◆ **The problem**
Find the line that contains "samples[samples.length - 1].t));", then repeat it and each line after it to the end of the records, exactly.

◆ **Source information**
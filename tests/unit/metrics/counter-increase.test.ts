import { describe, it, expect } from 'vitest';
import fc from 'fast-check';
import {
  counterIncrease,
  counterRate,
  cumulativeIncrease,
  resetAwareDelta,
} from '../../../shared/metrics/counter-increase';
import type { Sample } from '../../../shared/metrics/sample';

// Counter increase with resets is common practice with no published source (DESIGN.md §6): the
// checks are worked examples plus property tests.

const at = (seconds: number, v: number): Sample => ({ t: seconds * 1000, v });

/** Samples one second apart from a list of counter values. */
const series = (values: number[], startMs = 0): Sample[] => values.map((v, i) => ({ t: startMs + i * 1000, v }));

/** Random counter values: mostly climbing, sometimes dropping (a reset) to a smaller value. */
const counterValues = fc.array(fc.nat({ max: 1_000_000 }), { minLength: 0, maxLength: 40 });

describe('resetAwareDelta', () => {
  it('is the difference when the counter grew or stayed', () => {
    expect(resetAwareDelta(10, 25)).toBe(15);
    expect(resetAwareDelta(7, 7)).toBe(0);
  });

  it('counts the new value from zero after a drop', () => {
    expect(resetAwareDelta(100, 4)).toBe(4);
    expect(resetAwareDelta(100, 0)).toBe(0);
  });
});

describe('counterIncrease', () => {
  it('sums deltas inside the window and treats a drop as a reset', () => {
    // 0 → 10 → 20, restart, 5 → 15: 10 + 10 + 5 + 10
    expect(counterIncrease(series([0, 10, 20, 5, 15]), 0, 4000)).toBe(35);
  });

  it('includes samples exactly on both window edges and ignores those outside', () => {
    const samples = [at(0, 100), at(10, 110), at(20, 130), at(30, 160), at(40, 200)];
    expect(counterIncrease(samples, 10_000, 30_000)).toBe(50);
    expect(counterIncrease(samples, 9_999, 30_001)).toBe(50);
    expect(counterIncrease(samples, 10_001, 30_000)).toBe(30);
  });

  it('returns null (no data), not 0, with fewer than two samples', () => {
    expect(counterIncrease([], 0, 60_000)).toBeNull();
    expect(counterIncrease([at(5, 42)], 0, 60_000)).toBeNull();
    expect(counterIncrease([at(5, 42), at(70, 50)], 0, 60_000)).toBeNull();
  });

  it('returns 0 for two equal samples: data, but no growth', () => {
    expect(counterIncrease([at(0, 42), at(15, 42)], 0, 60_000)).toBe(0);
  });

  it('accepts samples out of time order', () => {
    const samples = [at(20, 30), at(0, 10), at(10, 15)];
    expect(counterIncrease(samples, 0, 20_000)).toBe(20);
  });

  it('rejects a window that ends before it starts', () => {
    expect(() => counterIncrease(series([1, 2]), 5000, 1000)).toThrow(RangeError);
  });

  it('is never negative, whatever the resets (property)', () => {
    fc.assert(
      fc.property(counterValues, fc.nat({ max: 50_000 }), fc.nat({ max: 50_000 }), (values, a, b) => {
        const inc = counterIncrease(series(values), Math.min(a, b), Math.max(a, b));
        expect(inc === null || inc >= 0).toBe(true);
      }),
    );
  });

  it('equals last − first on a series without resets (property)', () => {
    const climbing = fc
      .tuple(fc.nat({ max: 1_000_000 }), fc.array(fc.nat({ max: 10_000 }), { minLength: 1, maxLength: 40 }))
      .map(([start, steps]) => steps.reduce<number[]>((acc, s) => [...acc, acc[acc.length - 1] + s], [start]));
    fc.assert(
      fc.property(climbing, (values) => {
        const samples = series(values);
        expect(counterIncrease(samples, 0, samples[samples.length - 1].t)).toBe(values[values.length - 1] - values[0]);
      }),
    );
  });

  it('adds up when a window is split at any sample inside it (property)', () => {
    fc.assert(
      fc.property(
        fc.array(fc.nat({ max: 1_000_000 }), { minLength: 3, maxLength: 40 }),
        fc.nat(),
        (values, pick) => {
          const samples = series(values);
          const from = samples[0].t;
          const to = samples[samples.length - 1].t;
          // Split at an interior sample so each part keeps two samples or more.
          const split = samples[1 + (pick % (samples.length - 2))].t;
          const whole = counterIncrease(samples, from, to);
          const left = counterIncrease(samples, from, split);
          const right = counterIncrease(samples, split, to);
          expect(left).not.toBeNull();
          expect(right).not.toBeNull();
          expect((left ?? NaN) + (right ?? NaN)).toBe(whole);
        },
      ),
    );
  });

  it('agrees with the running total used by aligned evaluation (property)', () => {
    fc.assert(
      fc.property(fc.array(fc.nat({ max: 1_000_000 }), { minLength: 2, maxLength: 40 }), (values) => {
        const samples = series(values);
        const totals = cumulativeIncrease(samples);
        expect(totals[totals.length - 1]).toBe(counterIncrease(samples, 0, samples[samples.length - 1].t));
      }),
    );
  });
});

describe('counterRate', () => {
  it('divides the increase by the window length in seconds', () => {
    // 60 requests in a 60 s window → 1 per second
    const samples = [at(0, 1000), at(15, 1015), at(30, 1030), at(45, 1045), at(60, 1060)];
    expect(counterRate(samples, 0, 60_000)).toBe(1);
    // Same growth seen through a 120 s window is half the rate: the nominal window is used.
    expect(counterRate(samples, 0, 120_000)).toBe(0.5);
  });

  it('is null when the increase is null', () => {
    expect(counterRate([at(0, 1)], 0, 60_000)).toBeNull();
  });

  it('rejects an empty window', () => {
    expect(() => counterRate(series([1, 2]), 1000, 1000)).toThrow(RangeError);
  });
});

◆ **Answer space**
        expect(totals[totals.length - 1]).toBe(counterIncrease(samples, 0, samples[samples.length - 1].t));
      }),
    );
  });
});

describe('counterRate', () => {
  it('divides the increase by the window length in seconds', () => {
    // 60 requests in a 60 s window → 1 per second
    const samples = [at(0, 1000), at(15, 1015), at(30, 1030), at(45, 1045), at(60, 1060)];
    expect(counterRate(samples, 0, 60_000)).toBe(1);
    // Same growth seen through a 120 s window is half the rate: the nominal window is used.
    expect(counterRate(samples, 0, 120_000)).toBe(0.5);
  });

  it('is null when the increase is null', () => {
    expect(counterRate([at(0, 1)], 0, 60_000)).toBeNull();
  });

  it('rejects an empty window', () => {
    expect(() => counterRate(series([1, 2]), 1000, 1000)).toThrow(RangeError);
  });
});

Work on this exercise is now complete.